- [What you will do]: Report how many lines of the data contain the string "addOthers". Add nothing.
-- Opening Marker --
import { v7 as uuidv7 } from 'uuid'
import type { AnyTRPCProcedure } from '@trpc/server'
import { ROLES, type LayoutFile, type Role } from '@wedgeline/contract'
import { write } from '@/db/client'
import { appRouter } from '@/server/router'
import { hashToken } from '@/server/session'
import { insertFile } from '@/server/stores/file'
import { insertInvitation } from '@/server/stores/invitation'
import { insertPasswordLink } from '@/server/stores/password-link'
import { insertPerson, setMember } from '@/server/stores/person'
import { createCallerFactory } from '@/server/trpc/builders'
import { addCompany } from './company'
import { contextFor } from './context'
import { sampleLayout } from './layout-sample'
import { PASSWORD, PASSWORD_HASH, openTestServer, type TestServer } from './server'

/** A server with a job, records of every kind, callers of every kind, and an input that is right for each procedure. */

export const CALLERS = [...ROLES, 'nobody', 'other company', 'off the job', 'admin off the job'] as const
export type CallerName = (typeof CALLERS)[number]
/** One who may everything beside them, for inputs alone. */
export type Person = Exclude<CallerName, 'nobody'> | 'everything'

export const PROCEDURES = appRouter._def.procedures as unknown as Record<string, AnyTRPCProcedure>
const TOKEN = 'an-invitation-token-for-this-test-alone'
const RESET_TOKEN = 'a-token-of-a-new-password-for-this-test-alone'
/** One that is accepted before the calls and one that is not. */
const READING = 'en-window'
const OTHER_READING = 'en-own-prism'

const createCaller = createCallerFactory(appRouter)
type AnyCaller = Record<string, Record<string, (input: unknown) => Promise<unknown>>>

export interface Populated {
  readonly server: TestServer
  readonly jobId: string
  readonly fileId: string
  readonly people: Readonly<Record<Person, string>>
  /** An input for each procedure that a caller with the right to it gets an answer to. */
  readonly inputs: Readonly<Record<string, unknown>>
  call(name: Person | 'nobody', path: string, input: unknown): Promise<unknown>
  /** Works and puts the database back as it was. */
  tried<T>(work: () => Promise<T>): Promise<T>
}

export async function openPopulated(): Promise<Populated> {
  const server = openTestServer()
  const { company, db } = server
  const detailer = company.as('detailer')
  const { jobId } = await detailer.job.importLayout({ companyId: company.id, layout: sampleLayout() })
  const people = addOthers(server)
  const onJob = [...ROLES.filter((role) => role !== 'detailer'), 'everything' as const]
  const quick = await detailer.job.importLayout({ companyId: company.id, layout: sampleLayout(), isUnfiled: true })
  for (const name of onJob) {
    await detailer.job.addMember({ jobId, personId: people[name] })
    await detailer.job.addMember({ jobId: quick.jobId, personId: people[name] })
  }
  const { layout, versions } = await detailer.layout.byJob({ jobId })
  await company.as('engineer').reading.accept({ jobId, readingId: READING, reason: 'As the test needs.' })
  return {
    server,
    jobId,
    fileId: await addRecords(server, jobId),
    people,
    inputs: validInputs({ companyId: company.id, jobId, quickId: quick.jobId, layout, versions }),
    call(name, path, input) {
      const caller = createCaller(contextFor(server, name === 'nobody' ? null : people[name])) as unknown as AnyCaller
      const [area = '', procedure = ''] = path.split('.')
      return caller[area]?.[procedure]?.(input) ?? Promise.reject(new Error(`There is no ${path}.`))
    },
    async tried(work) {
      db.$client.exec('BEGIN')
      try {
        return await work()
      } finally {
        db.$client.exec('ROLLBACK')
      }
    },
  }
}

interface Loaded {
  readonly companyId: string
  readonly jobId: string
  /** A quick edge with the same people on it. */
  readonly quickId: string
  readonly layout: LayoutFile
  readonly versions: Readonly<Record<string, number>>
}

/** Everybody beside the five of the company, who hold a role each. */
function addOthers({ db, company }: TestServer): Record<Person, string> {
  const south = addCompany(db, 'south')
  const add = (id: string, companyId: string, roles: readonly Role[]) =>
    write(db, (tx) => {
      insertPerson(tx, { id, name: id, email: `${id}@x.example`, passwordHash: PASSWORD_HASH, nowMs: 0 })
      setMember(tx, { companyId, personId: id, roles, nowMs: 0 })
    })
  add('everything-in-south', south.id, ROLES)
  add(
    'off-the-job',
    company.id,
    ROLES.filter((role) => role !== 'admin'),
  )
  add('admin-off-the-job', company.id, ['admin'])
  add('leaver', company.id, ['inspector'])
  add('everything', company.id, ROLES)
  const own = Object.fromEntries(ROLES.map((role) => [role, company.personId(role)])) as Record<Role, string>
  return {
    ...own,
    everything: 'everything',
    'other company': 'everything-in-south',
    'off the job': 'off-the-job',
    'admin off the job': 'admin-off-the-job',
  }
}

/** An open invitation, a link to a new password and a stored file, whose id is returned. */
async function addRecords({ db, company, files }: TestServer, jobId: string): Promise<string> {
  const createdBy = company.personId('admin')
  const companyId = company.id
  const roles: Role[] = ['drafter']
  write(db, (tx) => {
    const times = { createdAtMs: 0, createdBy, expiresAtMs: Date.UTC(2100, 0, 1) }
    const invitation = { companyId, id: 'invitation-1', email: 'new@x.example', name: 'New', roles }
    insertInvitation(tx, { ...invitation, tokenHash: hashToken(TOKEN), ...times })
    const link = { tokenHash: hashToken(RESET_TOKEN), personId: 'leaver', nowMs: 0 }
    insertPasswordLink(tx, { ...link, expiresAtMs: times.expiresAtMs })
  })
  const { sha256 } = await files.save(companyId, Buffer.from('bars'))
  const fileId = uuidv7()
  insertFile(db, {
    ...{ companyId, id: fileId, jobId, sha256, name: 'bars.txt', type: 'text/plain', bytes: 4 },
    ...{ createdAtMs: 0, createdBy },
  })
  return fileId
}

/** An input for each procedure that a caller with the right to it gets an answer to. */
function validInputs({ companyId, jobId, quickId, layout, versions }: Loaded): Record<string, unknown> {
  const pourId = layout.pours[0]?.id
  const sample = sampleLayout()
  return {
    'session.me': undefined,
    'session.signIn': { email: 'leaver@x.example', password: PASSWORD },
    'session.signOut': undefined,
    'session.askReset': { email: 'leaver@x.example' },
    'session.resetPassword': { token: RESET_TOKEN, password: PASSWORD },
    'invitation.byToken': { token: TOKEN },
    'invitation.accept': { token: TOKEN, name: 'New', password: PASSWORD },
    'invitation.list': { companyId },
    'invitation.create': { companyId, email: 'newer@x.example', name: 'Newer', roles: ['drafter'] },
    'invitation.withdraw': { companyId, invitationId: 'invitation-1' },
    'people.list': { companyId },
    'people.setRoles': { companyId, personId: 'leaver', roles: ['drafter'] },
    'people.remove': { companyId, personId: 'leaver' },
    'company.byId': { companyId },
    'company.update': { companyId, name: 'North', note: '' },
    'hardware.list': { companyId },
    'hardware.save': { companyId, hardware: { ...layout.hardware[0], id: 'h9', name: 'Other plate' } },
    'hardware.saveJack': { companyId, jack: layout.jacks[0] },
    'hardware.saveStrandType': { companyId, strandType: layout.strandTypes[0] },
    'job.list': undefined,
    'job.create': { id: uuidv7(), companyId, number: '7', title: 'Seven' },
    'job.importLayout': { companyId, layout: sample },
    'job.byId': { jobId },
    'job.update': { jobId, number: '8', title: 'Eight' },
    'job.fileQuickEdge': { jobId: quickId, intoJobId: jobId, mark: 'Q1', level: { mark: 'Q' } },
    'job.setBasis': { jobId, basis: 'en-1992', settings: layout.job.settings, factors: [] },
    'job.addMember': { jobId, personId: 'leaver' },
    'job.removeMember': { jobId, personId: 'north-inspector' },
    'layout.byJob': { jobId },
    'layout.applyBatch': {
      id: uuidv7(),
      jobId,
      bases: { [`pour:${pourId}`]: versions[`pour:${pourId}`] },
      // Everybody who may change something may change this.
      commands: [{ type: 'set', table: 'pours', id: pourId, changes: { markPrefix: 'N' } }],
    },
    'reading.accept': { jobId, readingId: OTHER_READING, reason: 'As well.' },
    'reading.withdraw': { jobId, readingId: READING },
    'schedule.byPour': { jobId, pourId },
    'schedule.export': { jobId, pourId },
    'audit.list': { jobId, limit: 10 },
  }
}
-- Closing Marker --
- [Exercise result]: 2